Give back only the lines in the records below from the one with "with equal steps." to the one with "patternFromEntries, slotOf, type", both inclusive, word for word.

§ SOURCE MATERIAL:
-=-=-
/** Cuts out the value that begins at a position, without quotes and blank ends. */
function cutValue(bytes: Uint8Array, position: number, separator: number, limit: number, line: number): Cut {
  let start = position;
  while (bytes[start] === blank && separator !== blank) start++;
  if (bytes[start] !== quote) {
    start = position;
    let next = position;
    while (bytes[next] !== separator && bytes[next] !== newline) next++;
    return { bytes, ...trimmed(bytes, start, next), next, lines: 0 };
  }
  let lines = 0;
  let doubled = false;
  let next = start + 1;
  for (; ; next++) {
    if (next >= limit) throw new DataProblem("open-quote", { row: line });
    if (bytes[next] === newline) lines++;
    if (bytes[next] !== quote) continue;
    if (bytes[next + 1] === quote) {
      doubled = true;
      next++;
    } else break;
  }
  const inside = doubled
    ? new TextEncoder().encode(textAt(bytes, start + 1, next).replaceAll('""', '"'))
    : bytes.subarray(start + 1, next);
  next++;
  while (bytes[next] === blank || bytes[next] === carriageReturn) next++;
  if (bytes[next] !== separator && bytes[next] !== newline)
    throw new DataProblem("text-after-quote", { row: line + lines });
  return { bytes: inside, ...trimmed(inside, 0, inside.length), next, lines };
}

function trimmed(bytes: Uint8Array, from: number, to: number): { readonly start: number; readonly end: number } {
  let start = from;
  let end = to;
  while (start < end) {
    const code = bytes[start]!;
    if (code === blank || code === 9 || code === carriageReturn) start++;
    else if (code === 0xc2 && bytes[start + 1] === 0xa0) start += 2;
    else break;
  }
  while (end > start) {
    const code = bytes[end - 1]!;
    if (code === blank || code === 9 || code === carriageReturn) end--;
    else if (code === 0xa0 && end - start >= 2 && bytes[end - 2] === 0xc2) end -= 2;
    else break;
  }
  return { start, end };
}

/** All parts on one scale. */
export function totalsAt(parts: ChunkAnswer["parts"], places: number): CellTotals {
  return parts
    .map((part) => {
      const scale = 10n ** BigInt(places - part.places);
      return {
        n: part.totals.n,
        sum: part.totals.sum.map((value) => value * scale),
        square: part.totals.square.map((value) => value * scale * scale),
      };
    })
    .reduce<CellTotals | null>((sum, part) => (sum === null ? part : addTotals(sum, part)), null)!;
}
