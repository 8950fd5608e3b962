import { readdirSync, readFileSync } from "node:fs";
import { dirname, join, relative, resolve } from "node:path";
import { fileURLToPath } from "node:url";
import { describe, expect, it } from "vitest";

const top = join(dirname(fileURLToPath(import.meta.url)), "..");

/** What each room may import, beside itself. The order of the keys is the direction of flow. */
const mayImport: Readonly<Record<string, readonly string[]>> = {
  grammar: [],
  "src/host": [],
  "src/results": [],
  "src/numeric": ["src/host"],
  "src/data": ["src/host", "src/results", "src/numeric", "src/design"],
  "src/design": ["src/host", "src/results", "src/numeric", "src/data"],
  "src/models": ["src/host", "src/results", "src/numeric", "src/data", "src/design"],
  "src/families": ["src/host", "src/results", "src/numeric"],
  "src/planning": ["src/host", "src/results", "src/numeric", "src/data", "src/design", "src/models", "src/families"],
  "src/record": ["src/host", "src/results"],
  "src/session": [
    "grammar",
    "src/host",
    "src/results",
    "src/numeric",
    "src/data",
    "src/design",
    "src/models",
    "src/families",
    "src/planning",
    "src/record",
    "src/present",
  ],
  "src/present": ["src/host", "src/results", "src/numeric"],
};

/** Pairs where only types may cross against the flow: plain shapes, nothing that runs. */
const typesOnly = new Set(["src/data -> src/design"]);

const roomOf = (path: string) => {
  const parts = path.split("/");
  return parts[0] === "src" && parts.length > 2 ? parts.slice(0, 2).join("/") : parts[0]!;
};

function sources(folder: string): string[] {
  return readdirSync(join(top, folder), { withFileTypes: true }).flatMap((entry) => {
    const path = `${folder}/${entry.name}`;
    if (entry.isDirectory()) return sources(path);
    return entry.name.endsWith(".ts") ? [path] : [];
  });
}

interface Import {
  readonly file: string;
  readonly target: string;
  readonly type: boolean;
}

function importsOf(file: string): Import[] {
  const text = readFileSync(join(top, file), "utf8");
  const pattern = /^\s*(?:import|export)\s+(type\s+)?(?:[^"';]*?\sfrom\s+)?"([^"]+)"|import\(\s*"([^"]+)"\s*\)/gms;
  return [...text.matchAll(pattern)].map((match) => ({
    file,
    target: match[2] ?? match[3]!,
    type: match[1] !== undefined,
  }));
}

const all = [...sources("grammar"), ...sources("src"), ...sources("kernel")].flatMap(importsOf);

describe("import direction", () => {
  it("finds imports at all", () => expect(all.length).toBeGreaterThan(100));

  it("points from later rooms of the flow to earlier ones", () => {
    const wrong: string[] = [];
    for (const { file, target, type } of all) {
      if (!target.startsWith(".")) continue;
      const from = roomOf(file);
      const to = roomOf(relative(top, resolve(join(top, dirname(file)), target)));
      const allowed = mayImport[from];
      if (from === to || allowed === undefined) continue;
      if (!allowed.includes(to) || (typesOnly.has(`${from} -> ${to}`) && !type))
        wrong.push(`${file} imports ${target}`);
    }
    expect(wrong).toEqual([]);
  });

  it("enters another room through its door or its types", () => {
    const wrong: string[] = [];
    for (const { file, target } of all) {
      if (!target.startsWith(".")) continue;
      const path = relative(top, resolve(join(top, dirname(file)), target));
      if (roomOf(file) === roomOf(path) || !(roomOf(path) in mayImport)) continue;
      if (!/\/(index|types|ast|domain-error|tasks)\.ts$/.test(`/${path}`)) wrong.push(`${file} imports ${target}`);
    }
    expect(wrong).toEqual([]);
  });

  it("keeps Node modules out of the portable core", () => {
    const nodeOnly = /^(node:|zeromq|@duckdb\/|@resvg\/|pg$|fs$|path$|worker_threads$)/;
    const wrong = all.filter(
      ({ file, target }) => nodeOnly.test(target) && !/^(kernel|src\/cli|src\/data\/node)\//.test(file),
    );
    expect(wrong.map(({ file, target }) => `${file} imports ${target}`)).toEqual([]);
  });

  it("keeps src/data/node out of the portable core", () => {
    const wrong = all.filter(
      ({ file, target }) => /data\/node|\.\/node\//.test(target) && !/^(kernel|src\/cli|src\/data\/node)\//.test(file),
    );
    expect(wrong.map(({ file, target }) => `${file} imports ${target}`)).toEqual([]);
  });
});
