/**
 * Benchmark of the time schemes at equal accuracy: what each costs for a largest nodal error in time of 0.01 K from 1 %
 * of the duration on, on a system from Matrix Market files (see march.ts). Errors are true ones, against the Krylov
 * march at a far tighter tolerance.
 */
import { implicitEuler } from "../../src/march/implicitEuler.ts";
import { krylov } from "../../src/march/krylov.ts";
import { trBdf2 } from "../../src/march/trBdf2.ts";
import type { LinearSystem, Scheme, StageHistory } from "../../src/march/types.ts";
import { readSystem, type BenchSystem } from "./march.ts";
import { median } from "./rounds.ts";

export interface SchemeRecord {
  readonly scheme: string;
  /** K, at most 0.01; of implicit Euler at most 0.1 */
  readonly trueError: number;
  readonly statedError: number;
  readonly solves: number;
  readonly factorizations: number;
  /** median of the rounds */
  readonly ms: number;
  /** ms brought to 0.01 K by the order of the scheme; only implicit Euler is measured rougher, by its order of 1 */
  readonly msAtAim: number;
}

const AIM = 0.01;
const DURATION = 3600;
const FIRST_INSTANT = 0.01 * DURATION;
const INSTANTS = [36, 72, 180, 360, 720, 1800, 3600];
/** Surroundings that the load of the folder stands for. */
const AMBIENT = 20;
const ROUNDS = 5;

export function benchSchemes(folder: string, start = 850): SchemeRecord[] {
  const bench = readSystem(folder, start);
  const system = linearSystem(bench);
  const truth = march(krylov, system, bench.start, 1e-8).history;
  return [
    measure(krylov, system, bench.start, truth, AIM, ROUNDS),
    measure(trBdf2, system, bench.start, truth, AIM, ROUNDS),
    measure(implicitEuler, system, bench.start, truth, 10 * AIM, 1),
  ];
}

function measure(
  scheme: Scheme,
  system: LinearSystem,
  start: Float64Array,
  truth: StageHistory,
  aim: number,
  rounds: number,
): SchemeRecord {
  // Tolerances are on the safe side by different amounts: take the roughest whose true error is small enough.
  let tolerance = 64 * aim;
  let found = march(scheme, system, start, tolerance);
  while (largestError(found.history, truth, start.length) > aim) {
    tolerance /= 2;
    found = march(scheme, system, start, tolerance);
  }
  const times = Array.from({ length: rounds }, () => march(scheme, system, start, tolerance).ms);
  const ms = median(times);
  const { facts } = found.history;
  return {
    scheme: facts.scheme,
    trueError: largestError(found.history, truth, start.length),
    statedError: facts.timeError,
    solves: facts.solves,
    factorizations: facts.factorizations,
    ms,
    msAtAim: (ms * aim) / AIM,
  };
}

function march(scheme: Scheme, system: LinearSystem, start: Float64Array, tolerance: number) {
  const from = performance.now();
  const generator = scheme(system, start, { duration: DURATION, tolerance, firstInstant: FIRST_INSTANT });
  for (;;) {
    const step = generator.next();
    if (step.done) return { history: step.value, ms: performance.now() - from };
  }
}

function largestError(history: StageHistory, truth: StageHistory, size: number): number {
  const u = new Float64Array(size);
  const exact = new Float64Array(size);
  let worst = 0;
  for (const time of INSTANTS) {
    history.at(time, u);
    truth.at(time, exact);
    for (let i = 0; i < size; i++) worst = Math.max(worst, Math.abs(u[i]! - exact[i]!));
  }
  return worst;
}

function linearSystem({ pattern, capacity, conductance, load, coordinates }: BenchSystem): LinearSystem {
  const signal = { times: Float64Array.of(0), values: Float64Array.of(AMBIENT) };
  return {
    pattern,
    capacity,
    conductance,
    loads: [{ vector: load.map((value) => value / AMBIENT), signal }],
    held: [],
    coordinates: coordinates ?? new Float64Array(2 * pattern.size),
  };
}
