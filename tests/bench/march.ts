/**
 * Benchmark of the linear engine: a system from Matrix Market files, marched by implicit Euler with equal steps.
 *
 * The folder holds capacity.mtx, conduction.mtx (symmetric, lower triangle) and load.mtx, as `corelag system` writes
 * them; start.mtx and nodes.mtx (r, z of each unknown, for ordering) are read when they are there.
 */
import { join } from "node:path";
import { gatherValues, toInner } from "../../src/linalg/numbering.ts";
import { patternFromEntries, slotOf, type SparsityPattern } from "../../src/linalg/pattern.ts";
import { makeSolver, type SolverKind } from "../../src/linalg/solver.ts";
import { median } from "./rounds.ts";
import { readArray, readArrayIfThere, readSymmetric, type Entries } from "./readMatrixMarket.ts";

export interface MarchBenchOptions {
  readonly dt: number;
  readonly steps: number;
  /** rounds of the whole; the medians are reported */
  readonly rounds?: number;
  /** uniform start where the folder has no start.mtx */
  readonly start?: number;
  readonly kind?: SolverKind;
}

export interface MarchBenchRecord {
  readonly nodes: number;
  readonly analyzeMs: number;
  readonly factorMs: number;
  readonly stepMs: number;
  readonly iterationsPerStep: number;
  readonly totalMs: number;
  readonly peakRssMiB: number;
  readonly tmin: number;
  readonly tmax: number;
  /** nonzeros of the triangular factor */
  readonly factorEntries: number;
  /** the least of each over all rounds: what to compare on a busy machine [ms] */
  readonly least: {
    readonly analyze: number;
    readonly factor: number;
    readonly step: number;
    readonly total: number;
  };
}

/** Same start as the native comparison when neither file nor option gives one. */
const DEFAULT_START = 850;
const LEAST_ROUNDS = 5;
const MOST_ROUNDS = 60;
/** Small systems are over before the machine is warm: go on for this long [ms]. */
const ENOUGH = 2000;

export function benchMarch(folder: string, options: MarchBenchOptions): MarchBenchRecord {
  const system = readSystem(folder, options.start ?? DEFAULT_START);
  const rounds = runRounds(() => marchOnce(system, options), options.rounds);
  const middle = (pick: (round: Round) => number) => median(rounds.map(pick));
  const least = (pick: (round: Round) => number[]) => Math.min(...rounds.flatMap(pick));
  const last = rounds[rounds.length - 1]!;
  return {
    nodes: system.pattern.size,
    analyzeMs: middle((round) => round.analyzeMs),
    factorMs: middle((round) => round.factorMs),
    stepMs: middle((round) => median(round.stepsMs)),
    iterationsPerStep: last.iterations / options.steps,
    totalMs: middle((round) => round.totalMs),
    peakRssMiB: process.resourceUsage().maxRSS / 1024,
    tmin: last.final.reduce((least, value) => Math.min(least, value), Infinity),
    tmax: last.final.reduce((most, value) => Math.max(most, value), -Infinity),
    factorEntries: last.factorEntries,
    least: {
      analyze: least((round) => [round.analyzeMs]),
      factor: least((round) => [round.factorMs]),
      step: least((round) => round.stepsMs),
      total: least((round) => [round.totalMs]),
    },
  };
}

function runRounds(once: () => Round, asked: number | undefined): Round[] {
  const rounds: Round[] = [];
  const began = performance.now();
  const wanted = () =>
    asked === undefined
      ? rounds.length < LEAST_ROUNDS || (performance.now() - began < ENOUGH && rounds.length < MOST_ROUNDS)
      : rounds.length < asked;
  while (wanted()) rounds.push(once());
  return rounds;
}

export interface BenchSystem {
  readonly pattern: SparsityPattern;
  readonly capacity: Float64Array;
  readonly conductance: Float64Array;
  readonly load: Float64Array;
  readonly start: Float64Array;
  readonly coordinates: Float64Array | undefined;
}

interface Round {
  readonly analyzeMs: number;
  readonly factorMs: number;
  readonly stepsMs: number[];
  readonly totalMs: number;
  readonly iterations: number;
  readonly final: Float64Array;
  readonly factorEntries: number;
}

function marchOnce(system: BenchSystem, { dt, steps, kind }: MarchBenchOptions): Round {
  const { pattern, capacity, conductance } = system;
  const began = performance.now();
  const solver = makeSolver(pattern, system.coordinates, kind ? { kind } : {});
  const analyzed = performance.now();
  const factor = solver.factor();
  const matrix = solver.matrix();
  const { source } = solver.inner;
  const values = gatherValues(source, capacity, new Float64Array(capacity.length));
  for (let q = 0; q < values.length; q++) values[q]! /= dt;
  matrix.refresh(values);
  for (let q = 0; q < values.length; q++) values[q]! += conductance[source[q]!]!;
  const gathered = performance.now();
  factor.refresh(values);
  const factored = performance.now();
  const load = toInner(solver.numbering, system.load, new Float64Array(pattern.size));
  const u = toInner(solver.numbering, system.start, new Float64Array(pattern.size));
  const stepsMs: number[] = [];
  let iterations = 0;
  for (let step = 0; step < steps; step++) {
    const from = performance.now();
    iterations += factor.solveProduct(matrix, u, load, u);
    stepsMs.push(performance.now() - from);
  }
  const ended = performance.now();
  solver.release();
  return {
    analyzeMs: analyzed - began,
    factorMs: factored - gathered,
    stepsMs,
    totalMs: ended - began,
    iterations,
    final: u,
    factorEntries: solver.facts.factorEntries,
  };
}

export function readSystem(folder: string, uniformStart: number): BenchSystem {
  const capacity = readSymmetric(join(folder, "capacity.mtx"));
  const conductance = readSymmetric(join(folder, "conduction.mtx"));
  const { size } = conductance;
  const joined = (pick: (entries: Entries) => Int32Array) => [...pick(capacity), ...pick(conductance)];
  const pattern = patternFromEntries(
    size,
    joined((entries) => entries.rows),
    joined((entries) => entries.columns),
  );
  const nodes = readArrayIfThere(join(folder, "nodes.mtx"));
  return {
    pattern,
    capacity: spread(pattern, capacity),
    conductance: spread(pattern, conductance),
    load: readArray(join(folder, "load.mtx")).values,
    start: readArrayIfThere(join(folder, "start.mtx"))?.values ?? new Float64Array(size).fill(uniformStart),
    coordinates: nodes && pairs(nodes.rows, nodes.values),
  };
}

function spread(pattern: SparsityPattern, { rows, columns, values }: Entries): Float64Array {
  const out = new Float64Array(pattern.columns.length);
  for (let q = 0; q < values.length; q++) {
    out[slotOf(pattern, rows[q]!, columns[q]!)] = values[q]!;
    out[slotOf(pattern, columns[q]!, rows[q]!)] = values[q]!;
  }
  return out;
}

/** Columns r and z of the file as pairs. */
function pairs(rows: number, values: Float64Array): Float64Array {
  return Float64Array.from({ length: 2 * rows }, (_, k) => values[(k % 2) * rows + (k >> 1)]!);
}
-=-=-
§ FINAL ANSWER:
 * Benchmark of the linear engine: a system from Matrix Market files, marched by implicit Euler with equal steps.
 *
 * The folder holds capacity.mtx, conduction.mtx (symmetric, lower triangle) and load.mtx, as `corelag system` writes
 * them; start.mtx and nodes.mtx (r, z of each unknown, for ordering) are read when they are there.
 */
import { join } from "node:path";
import { gatherValues, toInner } from "../../src/linalg/numbering.ts";
import { patternFromEntries, slotOf, type SparsityPattern } from "../../src/linalg/pattern.ts";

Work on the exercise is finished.